Starter Grant: Modeling Evolution of Gene and Protein Interactions
University Of Colorado At Boulder, Boulder CO
Investigators
Abstract
Delineating the mechanisms underlying the evolution of different life forms is essential to current understanding of molecular biology. Indeed, the entire body of research on non-human organisms enhances the knowledge of human physiology because of shared common ancestory. Individual gene duplication and whole gene duplication occur frequently during evolution, and mechanisms for these duplications have been studied and modeled. In recent years, attention has increasingly turned to interactions between genes and proteins as a source of complexity. Graphtheoretic models ("networks") which use nodes to represent genes and links between the nodes to represent interactions have proven useful, for example, to infer protein function, and models of evolution that include gene duplication for such gene networks have been developed. However, these evolutionary models are only theoretical: they have not been mapped to genes of actual organisms. This project will build on recent mathematical analyses of gene and genome duplications in the model plant Arabidopsis thaliana. An evolutionary model will be built of the ancestral gene interactions of Arabidopsis thaliana which leads to the current-day organism. Currently available gene and interaction data from Arabidopsis thaliana will inform the model. Broader Impact: The results of this study will enhance understanding of how gene and protein interactions evolve under both individual gene and whole genome duplication.
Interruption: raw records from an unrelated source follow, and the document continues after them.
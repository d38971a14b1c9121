// The checks every bundle passes before it is written and after it is read, so a file nucleate
// writes is always one it can load.
#pragma once

#include "core/model/bundle/bundle_limits.h"
#include "core/model/bundle/model_bundle.h"

namespace nucleate::model {

// InvalidArgument (or LimitExceeded for a size over `limits`) naming the field inside the bundle
// ("architecture.hidden", "schedules.lattice.beta_end", "tensors[3]", ...): invalid architecture
// or schedules, schedules that disagree on the step count or species classes, normalisation
// statistics of the wrong count or not finite or a std <= 0, histograms too long, values not
// matching the layout or not finite, a malformed dataset hash.
void ValidateModelBundle(const ModelBundle& bundle, const BundleLimits& limits);

}  // namespace nucleate::model
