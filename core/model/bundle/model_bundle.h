// A trained denoiser as core sees it: everything the sampler needs to rebuild the network and
// use it as it was trained (core/model/DESIGN.md, "The bundle"). bundle_file.h saves and loads it.
#pragma once

#include <array>
#include <cstdint>
#include <functional>
#include <string>
#include <vector>

#include "core/model/architecture.h"
#include "core/model/nn/parameters.h"
#include "core/schedule/discrete_transitions.h"
#include "core/schedule/sigma_schedule.h"
#include "core/schedule/variance_schedule.h"

namespace nucleate::model {

// The format this library writes and the newest it reads. Raise it only for a change that an
// older reader would misread; additions of fields keep it.
inline constexpr std::uint32_t kModelBundleFormatVersion = 1;

// One time step t = 1..T drives all three: their step counts are equal.
struct ModelSchedules {
  schedule::VarianceParams lattice;   // variance-preserving, on the 6 lattice numbers
  schedule::SigmaParams coordinates;  // wrapped normal on fractional coordinates
  // Used only in SpeciesMode::kAbsorbing (num_classes = species_tokens()); in kGiven mode it is
  // neither saved nor loaded and keeps its default.
  schedule::TransitionParams species;
};

// Training-set statistics that standardise the network's inputs.
struct NormalisationStatistics {
  // The 6 lattice numbers (core/model/DESIGN.md, "Lattice"); std > 0.
  std::array<double, 6> lattice_mean{};
  std::array<double, 6> lattice_std{1, 1, 1, 1, 1, 1};
  // One entry per Architecture::properties, same order; std > 0.
  std::vector<double> property_mean;
  std::vector<double> property_std;
};

// counts[n]: training cells with n atoms.
struct AtomCountHistograms {
  std::vector<std::uint64_t> overall;
  std::array<std::vector<std::uint64_t>, 7> by_crystal_system;  // [0] triclinic .. [6] cubic
};

struct Provenance {
  std::string dataset_hash;  // SHA-256 of the data set file, 64 lowercase hex digits, or empty
  std::uint32_t seed = 0;
  std::string settings;         // the training settings file (YAML), verbatim
  std::string library_version;  // nucleate_version() of the library that trained
  std::uint64_t training_steps = 0;
  std::uint64_t train_count = 0;
  std::uint64_t validation_count = 0;
  std::uint64_t test_count = 0;
};

struct ModelBundle {
  Architecture architecture;
  ModelSchedules schedules;
  NormalisationStatistics normalisation;
  AtomCountHistograms atom_counts;
  // Trained tensors: names and shapes in `layout`, values (float32, row-major per tensor) in
  // `values`, layout.size() of them.
  nn::ParameterLayout layout;
  std::vector<float> values;
  Provenance provenance;
};

// The tensor names and shapes a network of the given architecture has, in order. Loading compares
// a bundle's tensors with it when the caller passes one.
using LayoutForArchitecture = std::function<nn::ParameterLayout(const Architecture&)>;

}  // namespace nucleate::model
The project will be undertaken primarily by graduate students, with some subtasks carried out by undergraduates, thus enhancing the interdisciplinary bioinformatics training received by these students. Trainees at all levels, from undergraduate to postdoctoral, will be recruited to work on the broader project of gaining biological insights from gene networks (funded, in part, by start up funds from the host institution), with an emphasis on recruiting from groups underrepresented in computer science. The results of this study will be broadly disseminated, including presentation at interdisciplinary conferences and publication in peer-reviewed journals. Additionally, any software developed through this project will be made available publicly for download as open-source software.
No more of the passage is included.